Damit sollen dann die versprochenen Reichweiten von rund 500 Kilometern drin sein.

Für Katsuhiko Hirose sind diese Geburtswehen nichts Neues. Beim Hybridantrieb war es ähnlich. Zunächst war die Akzeptanz für die neue Technologie relativ gering, mittlerweile sind über sechs Millionen Fahrzeuge weltweit mit der Kraft der zwei Herzen unterwegs.

Für Hirose gibt es eine entscheidende Größe: "In Europa sind die Menschen gegenüber neuen Technologien etwas konservativer", erklärt der Experte. Die kritischten Kunden seien private Taxifahrer, wenn die auf die Brennstoffzelle umstiegen, sei schon viel erreicht.

Wirkungsgrad erhöht

Auch der Membran-Befeuchter, dessen Funktionstüchtigkeit bei extremen klimatischen Bedingungen nicht ganz einfach sicherzustellen war, wurde optimiert. Bei der modernen Variante kommt ein Wasserkreislauf zum Einsatz.

Dieses Feilen an Details hat eine ganze Menge an Konsequenzen: Die aktuelle Brennstoffzellen-Generation muss bei gleicher Leistung nur noch halb so groß sein. Insgesamt steigt der Brennstoffzellen-Wirkungsgrad beim nächstjährigen Serienmodell gegenüber dem 2011 vorgestellten Brennstoffzellen-Konzeptfahrzeug FCHV von 59 auf 65 Prozent.

Kein allzugroßer Vorspung

Der technologische Vorsprung Toytas gegenüber der Konkurrenz ist laut Hirose übrigens bei weitem nicht so groß wie beim Hybrid. Da waren es zehn Jahre.

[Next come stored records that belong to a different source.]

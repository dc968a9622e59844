/* fileio.c - atomic output files and whole-file reads.
 * SPDX-License-Identifier: MIT */
#include "fileio.h"

#include <errno.h>
#include <stdlib.h>
#include <string.h>
#include <sys/stat.h>
#include <unistd.h>

#include "alloc.h"
#include "model.h"

surety_code surety_outfile_open(surety_outfile *f, const char *path,
                                surety_error *err)
{
    memset(f, 0, sizeof *f);
    size_t len = strlen(path);
    f->path = surety_xstrdup(path);
    if (!f->path) {
        surety_error_set(err, path, 0, 0, NULL, "out of memory");
        return SURETY_EINTERNAL;
    }
    /* Only a regular file (or a new one) is replaced by renaming: renaming
     * over /dev/null, a pipe or a terminal would put a plain file in place
     * of the device, so those are written in place. */
    struct stat st;
    if (stat(path, &st) == 0 && !S_ISREG(st.st_mode)) {
        f->fp = fopen(path, "w");
        if (!f->fp) {
            surety_error_set(err, path, 0, 0, NULL, "cannot open: %s",
                             strerror(errno));
            surety_outfile_abort(f);
            return SURETY_EINPUT;
        }
        return SURETY_OK;
    }
    f->tmp = surety_xmalloc(len + 16, 1);
    if (!f->tmp) {
        surety_outfile_abort(f);
        surety_error_set(err, path, 0, 0, NULL, "out of memory");
        return SURETY_EINTERNAL;
    }
    snprintf(f->tmp, len + 16, "%s.tmpXXXXXX", path);
    int fd = mkstemp(f->tmp);
    if (fd < 0) {
        /* the temporary file's name means nothing to the user: the
         * folder of `path` is what cannot be written */
        surety_error_set(err, path, 0, 0, NULL, "cannot write here: %s",
                         strerror(errno));
        surety_xfree(f->tmp);
        f->tmp = NULL;
        surety_outfile_abort(f);
        return SURETY_EINPUT;
    }
    f->fp = fdopen(fd, "w");
    if (!f->fp) {
        close(fd);
        surety_error_set(err, path, 0, 0, NULL, "cannot open %s: %s",
                         f->tmp, strerror(errno));
        surety_outfile_abort(f);
        return SURETY_EINTERNAL;
    }
    return SURETY_OK;
}

surety_code surety_outfile_commit(surety_outfile *f, surety_error *err)
{
    int bad = ferror(f->fp);
    if (fflush(f->fp) != 0)
        bad = 1;
    /* a device or pipe written in place has nothing to sync or rename */
    if (!bad && f->tmp && fsync(fileno(f->fp)) != 0)
        bad = 1;
    int saved = errno;
    if (fclose(f->fp) != 0)
        bad = 1;
    f->fp = NULL;
    if (bad) {
        surety_error_set(err, f->path, 0, 0, NULL, "write failed: %s",
                         strerror(saved ? saved : EIO));
        surety_outfile_abort(f);
        return SURETY_EINTERNAL;
    }
    if (f->tmp && rename(f->tmp, f->path) != 0) {
        surety_error_set(err, f->path, 0, 0, NULL, "cannot rename into place: %s",
                         strerror(errno));
        surety_outfile_abort(f);
        return SURETY_EINTERNAL;
    }
    surety_xfree(f->tmp);
    surety_xfree(f->path);
    memset(f, 0, sizeof *f);
    return SURETY_OK;
}

void surety_outfile_abort(surety_outfile *f)
{
    if (f->fp)
        fclose(f->fp);
    if (f->tmp)
        unlink(f->tmp);
    surety_xfree(f->tmp);
    surety_xfree(f->path);
    memset(f, 0, sizeof *f);
}

char *surety_read_file(const char *path, size_t *len, surety_error *err)
{
    FILE *fp = fopen(path, "rb");
    if (!fp) {
        surety_error_set(err, path, 0, 0, NULL, "cannot open: %s",
                         strerror(errno));
        return NULL;
    }
    size_t cap = 1 << 16, n = 0;
    char *buf = surety_xmalloc(cap, 1);
    while (buf) {
        size_t got = fread(buf + n, 1, cap - n - 1, fp);
        n += got;
        if (n + 1 < cap)
            break;
        char *nb = surety_xrealloc(buf, cap, 2);
        if (!nb) {
            surety_xfree(buf);
            buf = NULL;
            break;
        }
        buf = nb;
        cap *= 2;
    }
    int bad = ferror(fp);
    fclose(fp);
    if (!buf || bad) {
        surety_xfree(buf);
        surety_error_set(err, path, 0, 0, NULL, "cannot read file");
        return NULL;
    }
    buf[n] = '\0';
    if (len)
        *len = n;
    return buf;
}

Zudem hat Toyota mit BMW einen potenten deutschen Partner im Boot, der sich sicher nicht mit einem zweiten Platz zufriedengeben wird.

Mehrere Modelle geplant

Wenn alles glatt läuft, sollen bis Ende des Jahrzehnts mehrere Toyota-Modelle mit Wasserstoffantrieb erhältlich sein.

Die Technik ist größtenteils bekannt. Toyota kann bei vielen Komponenten, die für den Elektroantrieb gebraucht werden, auf das Technologie-Regal der Hybrid-Modelle zurückgreifen: unter anderem auf Batterie, Inverter/Konverter und Leistungselektronik.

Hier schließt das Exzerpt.